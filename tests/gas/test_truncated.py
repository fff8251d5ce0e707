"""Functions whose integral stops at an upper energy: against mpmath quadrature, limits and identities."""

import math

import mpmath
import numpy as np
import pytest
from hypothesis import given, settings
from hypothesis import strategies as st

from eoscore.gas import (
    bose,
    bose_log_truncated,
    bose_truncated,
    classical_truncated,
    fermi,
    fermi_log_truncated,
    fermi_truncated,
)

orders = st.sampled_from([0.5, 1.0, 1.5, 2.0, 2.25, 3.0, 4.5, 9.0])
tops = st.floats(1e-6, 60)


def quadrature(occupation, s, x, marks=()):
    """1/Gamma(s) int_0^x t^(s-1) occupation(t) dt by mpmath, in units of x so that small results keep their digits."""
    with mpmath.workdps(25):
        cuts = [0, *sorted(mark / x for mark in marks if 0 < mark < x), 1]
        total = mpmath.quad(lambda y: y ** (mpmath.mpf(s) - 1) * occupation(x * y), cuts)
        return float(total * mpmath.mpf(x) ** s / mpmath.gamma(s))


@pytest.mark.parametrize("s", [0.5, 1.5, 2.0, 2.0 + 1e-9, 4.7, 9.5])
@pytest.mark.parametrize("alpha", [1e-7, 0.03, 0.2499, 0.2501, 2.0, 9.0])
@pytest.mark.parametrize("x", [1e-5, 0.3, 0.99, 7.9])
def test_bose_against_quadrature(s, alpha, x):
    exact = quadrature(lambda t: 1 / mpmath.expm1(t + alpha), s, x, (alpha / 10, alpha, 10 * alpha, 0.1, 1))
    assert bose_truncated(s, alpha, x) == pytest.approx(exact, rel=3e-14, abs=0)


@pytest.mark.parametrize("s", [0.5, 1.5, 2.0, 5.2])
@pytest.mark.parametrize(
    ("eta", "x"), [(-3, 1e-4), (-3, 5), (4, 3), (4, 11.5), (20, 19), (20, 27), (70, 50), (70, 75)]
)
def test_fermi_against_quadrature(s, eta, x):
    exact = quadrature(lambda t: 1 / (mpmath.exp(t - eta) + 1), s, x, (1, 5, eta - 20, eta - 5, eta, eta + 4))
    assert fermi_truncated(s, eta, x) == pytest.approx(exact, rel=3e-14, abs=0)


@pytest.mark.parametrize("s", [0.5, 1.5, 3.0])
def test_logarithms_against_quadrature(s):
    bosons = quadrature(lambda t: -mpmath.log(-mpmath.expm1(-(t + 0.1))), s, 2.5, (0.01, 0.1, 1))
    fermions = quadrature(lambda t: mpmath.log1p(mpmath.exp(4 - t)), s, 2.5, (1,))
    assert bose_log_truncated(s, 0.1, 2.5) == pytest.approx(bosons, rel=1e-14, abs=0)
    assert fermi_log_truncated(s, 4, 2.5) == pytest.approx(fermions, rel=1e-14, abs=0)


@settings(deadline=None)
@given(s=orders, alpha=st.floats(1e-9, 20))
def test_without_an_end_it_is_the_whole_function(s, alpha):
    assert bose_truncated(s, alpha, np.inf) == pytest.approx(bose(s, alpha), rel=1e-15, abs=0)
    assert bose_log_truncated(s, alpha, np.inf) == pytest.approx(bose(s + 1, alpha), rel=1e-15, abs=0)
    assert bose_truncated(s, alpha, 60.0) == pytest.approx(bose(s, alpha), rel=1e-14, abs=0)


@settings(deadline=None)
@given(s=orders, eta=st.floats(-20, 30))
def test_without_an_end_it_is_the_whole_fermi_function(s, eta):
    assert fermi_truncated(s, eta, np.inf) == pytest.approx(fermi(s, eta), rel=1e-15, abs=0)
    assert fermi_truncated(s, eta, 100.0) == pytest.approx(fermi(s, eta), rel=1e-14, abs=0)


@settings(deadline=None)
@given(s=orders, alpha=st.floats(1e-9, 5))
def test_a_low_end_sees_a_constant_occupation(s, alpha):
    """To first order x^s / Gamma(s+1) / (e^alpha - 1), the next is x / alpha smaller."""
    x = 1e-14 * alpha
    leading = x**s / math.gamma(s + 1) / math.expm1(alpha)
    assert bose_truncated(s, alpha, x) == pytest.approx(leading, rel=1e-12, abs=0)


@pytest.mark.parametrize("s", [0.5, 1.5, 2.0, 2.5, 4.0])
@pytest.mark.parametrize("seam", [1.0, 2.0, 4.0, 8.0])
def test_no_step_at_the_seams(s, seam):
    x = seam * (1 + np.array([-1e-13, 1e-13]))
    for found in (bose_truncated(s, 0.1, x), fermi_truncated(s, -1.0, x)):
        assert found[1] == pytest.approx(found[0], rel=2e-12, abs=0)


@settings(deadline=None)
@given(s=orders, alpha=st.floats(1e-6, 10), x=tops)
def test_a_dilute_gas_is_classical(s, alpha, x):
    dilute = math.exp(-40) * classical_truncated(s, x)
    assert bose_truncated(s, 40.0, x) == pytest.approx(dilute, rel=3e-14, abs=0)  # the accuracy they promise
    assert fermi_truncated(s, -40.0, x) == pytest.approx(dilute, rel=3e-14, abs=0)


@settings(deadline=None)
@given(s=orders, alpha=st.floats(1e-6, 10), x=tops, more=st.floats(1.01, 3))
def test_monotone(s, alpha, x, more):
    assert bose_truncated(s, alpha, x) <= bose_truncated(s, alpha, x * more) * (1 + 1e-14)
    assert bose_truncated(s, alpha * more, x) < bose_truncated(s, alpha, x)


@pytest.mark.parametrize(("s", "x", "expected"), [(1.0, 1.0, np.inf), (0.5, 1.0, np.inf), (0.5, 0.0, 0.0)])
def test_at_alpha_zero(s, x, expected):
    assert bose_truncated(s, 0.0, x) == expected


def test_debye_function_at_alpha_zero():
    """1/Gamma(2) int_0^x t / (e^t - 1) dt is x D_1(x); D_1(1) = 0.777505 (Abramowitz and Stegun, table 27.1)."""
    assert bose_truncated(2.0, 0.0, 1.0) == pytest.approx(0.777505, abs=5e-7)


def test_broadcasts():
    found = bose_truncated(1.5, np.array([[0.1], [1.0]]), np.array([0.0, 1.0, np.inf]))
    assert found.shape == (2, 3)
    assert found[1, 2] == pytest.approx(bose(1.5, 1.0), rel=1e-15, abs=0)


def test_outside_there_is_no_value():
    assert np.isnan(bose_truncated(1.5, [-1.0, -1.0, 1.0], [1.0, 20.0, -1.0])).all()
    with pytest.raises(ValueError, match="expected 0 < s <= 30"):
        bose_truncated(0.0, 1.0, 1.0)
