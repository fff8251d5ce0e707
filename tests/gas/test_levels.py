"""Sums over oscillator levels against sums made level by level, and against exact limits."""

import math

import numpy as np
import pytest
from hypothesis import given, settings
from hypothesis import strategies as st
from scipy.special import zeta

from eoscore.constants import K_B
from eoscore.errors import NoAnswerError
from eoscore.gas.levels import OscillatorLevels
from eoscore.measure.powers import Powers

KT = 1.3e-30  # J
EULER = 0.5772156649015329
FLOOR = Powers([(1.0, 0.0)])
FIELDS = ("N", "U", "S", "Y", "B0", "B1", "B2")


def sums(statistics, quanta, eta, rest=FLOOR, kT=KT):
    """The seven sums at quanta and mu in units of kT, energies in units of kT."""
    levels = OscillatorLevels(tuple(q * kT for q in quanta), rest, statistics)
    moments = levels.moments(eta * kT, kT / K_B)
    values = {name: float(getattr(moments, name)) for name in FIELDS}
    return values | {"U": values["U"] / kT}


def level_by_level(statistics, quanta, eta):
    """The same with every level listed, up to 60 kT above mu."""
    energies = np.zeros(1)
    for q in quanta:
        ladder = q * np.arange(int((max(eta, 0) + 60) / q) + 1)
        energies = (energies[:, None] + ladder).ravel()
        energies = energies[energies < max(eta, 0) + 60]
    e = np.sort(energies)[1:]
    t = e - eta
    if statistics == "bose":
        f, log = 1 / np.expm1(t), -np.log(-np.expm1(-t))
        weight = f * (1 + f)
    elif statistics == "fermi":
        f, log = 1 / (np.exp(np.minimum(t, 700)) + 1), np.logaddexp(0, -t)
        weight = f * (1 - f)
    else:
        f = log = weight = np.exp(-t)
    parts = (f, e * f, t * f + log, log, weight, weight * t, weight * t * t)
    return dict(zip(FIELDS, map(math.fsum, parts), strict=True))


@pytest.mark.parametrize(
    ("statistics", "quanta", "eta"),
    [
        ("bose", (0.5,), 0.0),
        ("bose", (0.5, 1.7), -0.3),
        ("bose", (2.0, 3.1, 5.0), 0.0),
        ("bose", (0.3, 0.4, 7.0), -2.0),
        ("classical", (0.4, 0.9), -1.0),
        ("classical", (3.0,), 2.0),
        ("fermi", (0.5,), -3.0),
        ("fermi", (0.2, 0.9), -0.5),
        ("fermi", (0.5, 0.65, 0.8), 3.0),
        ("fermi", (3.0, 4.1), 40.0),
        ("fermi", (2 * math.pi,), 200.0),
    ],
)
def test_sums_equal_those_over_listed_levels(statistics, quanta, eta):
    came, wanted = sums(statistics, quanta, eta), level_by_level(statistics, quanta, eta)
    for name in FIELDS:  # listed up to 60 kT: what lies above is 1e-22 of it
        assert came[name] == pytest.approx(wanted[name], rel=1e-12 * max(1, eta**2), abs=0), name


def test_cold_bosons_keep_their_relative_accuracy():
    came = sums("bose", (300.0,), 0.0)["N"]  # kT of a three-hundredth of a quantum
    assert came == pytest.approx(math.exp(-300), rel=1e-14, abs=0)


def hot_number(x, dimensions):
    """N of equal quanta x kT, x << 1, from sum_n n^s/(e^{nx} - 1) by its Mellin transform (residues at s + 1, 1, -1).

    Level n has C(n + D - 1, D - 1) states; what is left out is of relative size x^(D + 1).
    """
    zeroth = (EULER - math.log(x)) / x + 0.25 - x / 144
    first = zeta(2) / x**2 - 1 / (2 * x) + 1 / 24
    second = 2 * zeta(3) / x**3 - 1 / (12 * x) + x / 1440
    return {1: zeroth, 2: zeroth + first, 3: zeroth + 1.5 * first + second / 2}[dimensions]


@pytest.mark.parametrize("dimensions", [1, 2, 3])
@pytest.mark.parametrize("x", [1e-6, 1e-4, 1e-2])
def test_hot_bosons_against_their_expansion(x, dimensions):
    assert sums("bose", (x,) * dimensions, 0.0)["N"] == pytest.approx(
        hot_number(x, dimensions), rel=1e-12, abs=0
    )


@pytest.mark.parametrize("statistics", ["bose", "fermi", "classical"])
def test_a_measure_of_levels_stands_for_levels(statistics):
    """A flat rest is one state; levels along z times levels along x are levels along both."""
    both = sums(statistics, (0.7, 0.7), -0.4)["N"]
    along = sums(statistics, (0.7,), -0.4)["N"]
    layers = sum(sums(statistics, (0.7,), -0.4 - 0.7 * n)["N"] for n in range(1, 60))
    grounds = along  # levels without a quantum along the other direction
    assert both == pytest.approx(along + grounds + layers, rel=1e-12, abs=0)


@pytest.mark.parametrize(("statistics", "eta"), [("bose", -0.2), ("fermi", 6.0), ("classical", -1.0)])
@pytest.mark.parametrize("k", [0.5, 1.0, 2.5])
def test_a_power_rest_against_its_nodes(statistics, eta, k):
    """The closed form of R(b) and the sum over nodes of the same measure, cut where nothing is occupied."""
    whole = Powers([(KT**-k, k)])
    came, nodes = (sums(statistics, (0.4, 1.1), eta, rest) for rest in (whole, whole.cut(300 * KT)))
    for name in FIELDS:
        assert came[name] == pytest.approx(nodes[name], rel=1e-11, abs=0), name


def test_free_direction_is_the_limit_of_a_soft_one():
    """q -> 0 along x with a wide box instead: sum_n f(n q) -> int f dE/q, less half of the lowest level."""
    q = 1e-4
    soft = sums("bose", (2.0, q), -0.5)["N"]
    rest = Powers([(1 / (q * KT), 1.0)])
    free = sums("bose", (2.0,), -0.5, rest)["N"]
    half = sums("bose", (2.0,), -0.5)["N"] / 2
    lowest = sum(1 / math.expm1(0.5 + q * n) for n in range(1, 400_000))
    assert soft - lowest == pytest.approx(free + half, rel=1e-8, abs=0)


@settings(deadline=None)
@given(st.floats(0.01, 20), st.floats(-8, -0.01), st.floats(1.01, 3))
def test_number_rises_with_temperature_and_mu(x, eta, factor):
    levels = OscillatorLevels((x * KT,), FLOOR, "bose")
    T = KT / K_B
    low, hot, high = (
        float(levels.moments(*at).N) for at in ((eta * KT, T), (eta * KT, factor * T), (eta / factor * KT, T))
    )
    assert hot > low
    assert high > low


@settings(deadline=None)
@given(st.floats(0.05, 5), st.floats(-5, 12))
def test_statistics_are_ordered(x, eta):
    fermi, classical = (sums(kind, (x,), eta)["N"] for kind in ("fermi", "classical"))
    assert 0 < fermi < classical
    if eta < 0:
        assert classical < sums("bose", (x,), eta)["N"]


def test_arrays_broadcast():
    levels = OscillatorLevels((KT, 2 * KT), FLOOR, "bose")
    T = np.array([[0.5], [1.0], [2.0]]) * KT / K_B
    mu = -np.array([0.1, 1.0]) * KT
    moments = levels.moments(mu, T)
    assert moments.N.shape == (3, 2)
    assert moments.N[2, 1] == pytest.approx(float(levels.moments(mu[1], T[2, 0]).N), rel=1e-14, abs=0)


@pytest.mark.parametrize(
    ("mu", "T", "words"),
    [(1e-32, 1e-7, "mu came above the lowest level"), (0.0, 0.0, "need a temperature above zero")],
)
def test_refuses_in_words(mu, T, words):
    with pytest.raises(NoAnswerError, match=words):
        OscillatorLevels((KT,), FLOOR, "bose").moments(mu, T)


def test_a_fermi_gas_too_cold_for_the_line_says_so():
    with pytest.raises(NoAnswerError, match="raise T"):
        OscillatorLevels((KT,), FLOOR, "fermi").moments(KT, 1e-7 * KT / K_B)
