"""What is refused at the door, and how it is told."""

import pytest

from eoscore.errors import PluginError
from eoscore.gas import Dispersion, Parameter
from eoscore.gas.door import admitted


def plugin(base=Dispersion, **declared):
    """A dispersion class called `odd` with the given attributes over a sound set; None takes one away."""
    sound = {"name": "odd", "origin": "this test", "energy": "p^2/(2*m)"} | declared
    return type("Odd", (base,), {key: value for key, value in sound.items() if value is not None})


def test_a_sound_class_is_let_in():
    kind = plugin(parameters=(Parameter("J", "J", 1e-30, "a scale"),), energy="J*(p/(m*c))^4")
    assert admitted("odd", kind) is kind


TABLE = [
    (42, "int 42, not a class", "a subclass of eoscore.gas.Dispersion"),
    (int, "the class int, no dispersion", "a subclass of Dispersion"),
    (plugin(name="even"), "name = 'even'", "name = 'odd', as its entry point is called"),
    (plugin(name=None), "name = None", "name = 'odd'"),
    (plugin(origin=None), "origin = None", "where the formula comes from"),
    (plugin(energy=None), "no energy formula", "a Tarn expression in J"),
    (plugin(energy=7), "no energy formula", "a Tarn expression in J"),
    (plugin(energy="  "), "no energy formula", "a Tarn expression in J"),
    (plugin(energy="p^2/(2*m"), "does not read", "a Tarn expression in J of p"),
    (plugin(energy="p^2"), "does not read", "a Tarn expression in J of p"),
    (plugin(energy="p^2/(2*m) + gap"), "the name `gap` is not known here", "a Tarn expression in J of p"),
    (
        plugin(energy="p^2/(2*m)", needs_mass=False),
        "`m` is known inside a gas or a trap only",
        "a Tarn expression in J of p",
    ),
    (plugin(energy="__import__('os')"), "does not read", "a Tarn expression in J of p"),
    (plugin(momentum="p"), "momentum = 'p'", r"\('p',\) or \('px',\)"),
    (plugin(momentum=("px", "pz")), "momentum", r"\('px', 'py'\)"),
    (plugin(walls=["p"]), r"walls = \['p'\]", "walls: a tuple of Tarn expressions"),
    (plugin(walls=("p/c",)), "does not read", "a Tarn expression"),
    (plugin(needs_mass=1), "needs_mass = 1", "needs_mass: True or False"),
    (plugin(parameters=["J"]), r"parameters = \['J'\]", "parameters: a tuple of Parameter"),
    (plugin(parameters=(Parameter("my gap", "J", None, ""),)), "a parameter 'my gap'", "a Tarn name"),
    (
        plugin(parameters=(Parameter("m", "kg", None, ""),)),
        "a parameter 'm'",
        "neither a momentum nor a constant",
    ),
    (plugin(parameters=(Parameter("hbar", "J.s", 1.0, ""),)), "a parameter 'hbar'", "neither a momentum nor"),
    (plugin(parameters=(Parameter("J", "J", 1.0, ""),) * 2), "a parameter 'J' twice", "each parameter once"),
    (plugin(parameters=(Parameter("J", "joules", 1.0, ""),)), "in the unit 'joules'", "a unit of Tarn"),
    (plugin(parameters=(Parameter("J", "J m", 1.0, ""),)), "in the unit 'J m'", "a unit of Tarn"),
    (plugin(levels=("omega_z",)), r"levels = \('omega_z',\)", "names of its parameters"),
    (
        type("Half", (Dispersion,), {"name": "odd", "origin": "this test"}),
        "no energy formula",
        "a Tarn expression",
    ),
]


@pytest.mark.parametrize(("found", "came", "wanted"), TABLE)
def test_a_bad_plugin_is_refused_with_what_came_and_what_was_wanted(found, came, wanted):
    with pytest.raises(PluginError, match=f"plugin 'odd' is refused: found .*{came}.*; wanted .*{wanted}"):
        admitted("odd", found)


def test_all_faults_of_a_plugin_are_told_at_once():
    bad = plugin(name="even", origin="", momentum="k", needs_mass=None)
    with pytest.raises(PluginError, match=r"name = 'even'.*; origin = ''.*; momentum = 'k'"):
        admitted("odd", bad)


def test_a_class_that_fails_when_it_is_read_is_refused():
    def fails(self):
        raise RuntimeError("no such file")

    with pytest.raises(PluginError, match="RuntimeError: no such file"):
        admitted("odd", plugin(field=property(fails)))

□ □ □

INSTRUCTIONS TO FOLLOW
Copy all lines from the material that include "quanta".

RESULT
def sums(statistics, quanta, eta, rest=FLOOR, kT=KT):
    """The seven sums at quanta and mu in units of kT, energies in units of kT."""
    levels = OscillatorLevels(tuple(q * kT for q in quanta), rest, statistics)
def level_by_level(statistics, quanta, eta):
    for q in quanta:
    ("statistics", "quanta", "eta"),
def test_sums_equal_those_over_listed_levels(statistics, quanta, eta):
    came, wanted = sums(statistics, quanta, eta), level_by_level(statistics, quanta, eta)
    """N of equal quanta x kT, x << 1, from sum_n n^s/(e^{nx} - 1) by its Mellin transform (residues at s + 1, 1, -1).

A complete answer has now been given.